Updated: Feb 1, 2019

1. Lodgings: Castel Bayeux Guesthouse. Good price for historic accommodations: €90/night - total cost excluding €1city tax per person per night (You need to be careful when comparing lodgings on booking.com as each property can decide themselves which taxes/fees are included in the advertised price; caveat emptor and read the fine print). Our second floor room had a queen bed with a spacious albeit oddly shaped bathroom. The included breakfast was sumptuous. Ask your host (this place is so authentic that a little parlez-vous français would be quite helpful - though English combined with perseverance and courtesy will be more than enough) when most of the lodgers will be breakfasting as breaking bread ("rompre le pain") and sharing stories/ideas with fellow travelers is a benefit of this location.

2. Dinner:

-La Rapiere: Quite probably the best restaurant in Bayeux. A dinner reservation is a must during tourist season. Very romantic, if you are going to splurge, this is the place.

-La Masion Blanche: The author became quite ill the last day in Bayeux and had to extend one day. His wife set out to find him a healing take out dinner and after a number of false starts wound up at this place. The owner prepared some restorative soup and personally delivered it to the author's bedside.

-La Fringale: Solid, down to earth with good food and reasonable prices. A red checkered table cloth kind of place.

3. Bayeux: Too be honest I did not spend much time in this historic city and did not visit the Bayeux Tapestry (please don't hate me tapestry/Norman Invasion groupies). This could be a location where he goes one way (Normandy) and she goes the other (Bayeux). I'm sorry did that that sound sexist?

4. D-Day:

-Overlord Museum: Start your D-Day tour here. The second best D-Day Museum after the Caen Memorial Museum. It starts out with a bang, but then kind of petered out. Still well worth a visit. Free admission for Veterans.

-Normandy American Cemetery and Memorial: The final resting place for more than 9,000 servicemen who died in Europe during WWII (and one from WWI). Truly hallowed ground. The free 45-minute English-language tours of the cemetery (focusing on personal stories, depart daily at 2pm and, from mid-April to mid-September, at 11am), is highly recommended.
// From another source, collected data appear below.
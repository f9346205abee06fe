import type { EntityManager } from 'typeorm';
import type { Site, SiteListQuery } from '../../shared/sites/sites.schema.ts';
import { Conditions, cursorScope, readPage, type SortColumn } from '../lists/list-query.ts';
import { SiteEntity } from './site.entity.ts';

export type SiteRow = SiteEntity;

const BY_NAME: readonly SortColumn[] = [
  { sql: 's.name', type: 'text' },
  { sql: 's.id', type: 'uuid' },
];
const FROM = 'site s join customer c on c.firm_id = s.firm_id and c.id = s.customer_id';
const SELECT = `s.id, s.customer_id as "customerId", c.name as "customerName", s.name, s.address_lines as "addressLines",
  s.time_zone as "timeZone", s.altitude_m as "altitudeM", s.jurisdiction, s.version,
  (select count(*)::integer from unit u where u.firm_id = s.firm_id and u.site_id = s.id) as "unitCount"`;

export function sitesRepository(manager: EntityManager) {
  const rows = manager.getRepository(SiteEntity);
  return {
    find: (id: string): Promise<SiteRow | null> => rows.findOneBy({ id }),
    async insert(row: Omit<SiteRow, 'version'>): Promise<void> {
      await rows.insert(row);
    },
    async update({ firmId, id, name, addressLines, timeZone, altitudeM, jurisdiction }: SiteRow): Promise<void> {
      await rows.update({ firmId, id }, { name, addressLines, timeZone, altitudeM, jurisdiction });
    },
    async findView(id: string): Promise<Site | null> {
      const [row] = await manager.query<Site[]>(`select ${SELECT} from ${FROM} where s.id = $1`, [id]);
      return row ?? null;
    },
    list(query: SiteListQuery) {
      const conditions = new Conditions()
        .andIf('s.customer_id = $', query.customerId)
        .search(`concat_ws(' ', s.name, array_to_string(s.address_lines, ' '), c.name)`, query.search);
      const sort = { columns: BY_NAME, direction: query.sort === 'name' ? ('asc' as const) : ('desc' as const) };
      const list = { select: SELECT, from: FROM, conditions, sort, page: query, of: cursorScope('sites', query) };
      return readPage<Site, Site>(manager, list, presentSite);
    },
  };
}

export const presentSite = (row: Site): Site => ({
  id: row.id,
  customerId: row.customerId,
  customerName: row.customerName,
  name: row.name,
  addressLines: row.addressLines,
  timeZone: row.timeZone,
  altitudeM: row.altitudeM,
  jurisdiction: row.jurisdiction,
  unitCount: row.unitCount,
  version: row.version,
});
5. Omaha Beach: D-day at Omaha Beach was a battle for the draws. After visiting the cemetery, I spent the rest of the day inspecting three of the four draws (proceeding east to west):

+St Laurent (Easy Red - Easy 1 Draw): Enter "La Sapiniere" (the fir tree) in google maps and park nearby the restaurant. Look down the beach to your right (as you face the channel): this is where the US 16th Infantry Regiment forced their way ashore and over the bluffs to your right and Colonel George Taylor famously said "Two kinds of people are staying on this beach, the dead and those who are going to die – now let's get the hell out of here!". Inspect the German bunker a little ways up the hill (it's a piece of history) and then review this photo. The restaurant is a good place for a break, a beer and a bite. Continue on along the coast road until . . .

+Les Moulines (Easy Green - Easy 1 Draw): While driving the coast road, prior to reaching Les Moulines, look out to your left. This is where the 3rd battalion 116th RCT forced its way across the flats and up the bluff. Continue on to Les Moulines to review the two monuments: Les Braves and the Omaha Beach D Day Monument. Continue on to . . .
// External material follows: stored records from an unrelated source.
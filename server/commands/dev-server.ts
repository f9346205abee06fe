import { existsSync, readFileSync } from 'node:fs';
import { migrate } from '../database/migrate.ts';
import { startServer } from '../main.ts';
import type { DevServerOrder } from './dev.ts';
import { shutdownOnSignals } from './shutdown.ts';

const file = String(process.env.TAREWRIGHT_DEV_ORDER);

/** The order is written once the database is ready; a restarted server finds it at once. */
async function waitForOrder(): Promise<DevServerOrder> {
  while (!existsSync(file)) await new Promise((resolve) => setTimeout(resolve, 25));
  return JSON.parse(readFileSync(file, 'utf8')) as DevServerOrder;
}

// Started again by `npm run dev` at each change: a new migration runs too. The client comes from Vite beside it.
const shutdown = shutdownOnSignals();
process.stdin.resume().once('end', () => {
  process.kill(process.ppid, 'SIGTERM'); // `npm run dev` was killed: the watcher above this process would stay for ever
  process.exit(1);
});
const order = await waitForOrder();
await migrate({ ownerUrl: order.databaseUrls.owner });
const server = await startServer({ ...order, clientFolder: null });
shutdown.add(() => server.close());
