import { existsSync, readFileSync } from 'node:fs';
import path from 'node:path';
import { fileURLToPath } from 'node:url';

/** Folder of the checkout, found upwards from this module, in the sources as in the build. */
export const projectRoot = findRoot(path.dirname(fileURLToPath(import.meta.url)));

function findRoot(folder: string): string {
  const file = path.join(folder, 'package.json');
  if (existsSync(file) && JSON.parse(readFileSync(file, 'utf8')).name === 'tarewright') return folder;
  const above = path.dirname(folder);
  if (above === folder) throw new Error('the checkout with its package.json is not above this module');
  return findRoot(above);
}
+Vierville (Dog Green - Dog 1 Draw): Some the heaviest and bloodiest fighting took place here. Inspect all the bunkers in detail. Note the machine gun bunker located at the very Western edge on the beach (a perfect spot to enfilade the entire draw). This was the inspiration for the opening scene of Saving Private Ryan and the Robert Mitchum scene in the Longest Day. Then continue on to . . .

-Note: at each beach, walk down to the waterline and turn to face inland (take it all in and pretend it is the morning of 06 June 1944). Compare the landscape in front you at Omaha with that at Utah and you may better understand why Omaha Beach was such a blood-bath.
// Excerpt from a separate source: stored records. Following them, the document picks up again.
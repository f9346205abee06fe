import type { Secrets } from '../cluster/home.ts';

/** Addresses of the product's database, one for each role that a running server uses. */
export interface DatabaseUrls {
  owner: string;
  app: string;
  jobs: string;
  backup: string;
}

/** The administrator's address with another role and its password: same server, database and options. */
export function urlsOfRoles(administratorUrl: string, secrets: Secrets): DatabaseUrls {
  const as = (role: keyof DatabaseUrls) => {
    const url = new URL(administratorUrl);
    url.username = `tarewright_${role}`;
    url.password = secrets[role];
    return url.href;
  };
  return { owner: as('owner'), app: as('app'), jobs: as('jobs'), backup: as('backup') };
}

/** The same server's address of another of its databases. */
export function urlOfDatabase(url: string, database: string): string {
  const other = new URL(url);
  other.pathname = `/${encodeURIComponent(database)}`;
  return other.href;
}

export function databaseNameOf(url: string): string {
  return decodeURIComponent(new URL(url).pathname.slice(1));
}

/** For messages: without the password. */
export function withoutPassword(url: string): string {
  const shown = new URL(url);
  shown.password = '';
  return shown.href;
}
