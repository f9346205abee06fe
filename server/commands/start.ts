import path from 'node:path';
import { startServer } from '../main.ts';
import { claimHome, describeInstallation, openInstallation } from './installation.ts';
import { projectRoot } from './project-root.ts';
import { shutdownOnSignals } from './shutdown.ts';

/** `npm start`: database, migrations, demo firms, server; and on Ctrl-C all of it in the other order. */
export async function main(): Promise<void> {
  const say = (line: string) => console.log(line);
  const shutdown = shutdownOnSignals();
  const claim = await claimHome();
  shutdown.add(claim.release);
  try {
    const installation = await openInstallation(claim, say);
    shutdown.add(installation.close);
    const { settings, databaseUrls } = installation;
    const server = await startServer({ settings, databaseUrls, clientFolder: path.join(projectRoot, 'dist/client') });
    shutdown.add(server.close);
    shutdown.add(() => say('\nStopping ...'));
    void installation.databaseEnded.then(() => {
      if (shutdown.hasBegun()) return;
      console.error(`PostgreSQL ended by itself; ${path.join(settings.home, 'postgres.log')} says why.`);
      process.exit(1);
    });
    for (const line of describeInstallation(installation)) say(line);
  } catch (error) {
    await shutdown.run();
    throw error;
  }
}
6. Point du Hoc: A must see, as it is the most famous D-Day location. US Rangers had to scale the sheer cliffs, only to find that the Germans had previously moved their artillery elsewhere. Ronald Reagan spoke here on the 40th anniversary. After dinner and good night's rest (see above) continue on to . . .

7. Longues-sur-Mer: The Wermacht built some pretty impressive gun emplacements and bunkers (no amount of concrete was sparred) and this is a good a place as any to inspect them. Next stop . . .

8. Musee du Debarquement Utah Beach: Solid, but not spectacular museum. The first wave of the 4th Division landed South of the planned landing area (pushed by strong currents). There was some concern where subsequent waves would land, but General Theodore Roosevelt Jr. decided to immediately move inland and "start the war from right here", he then ordered further landings to be re-routed accordingly.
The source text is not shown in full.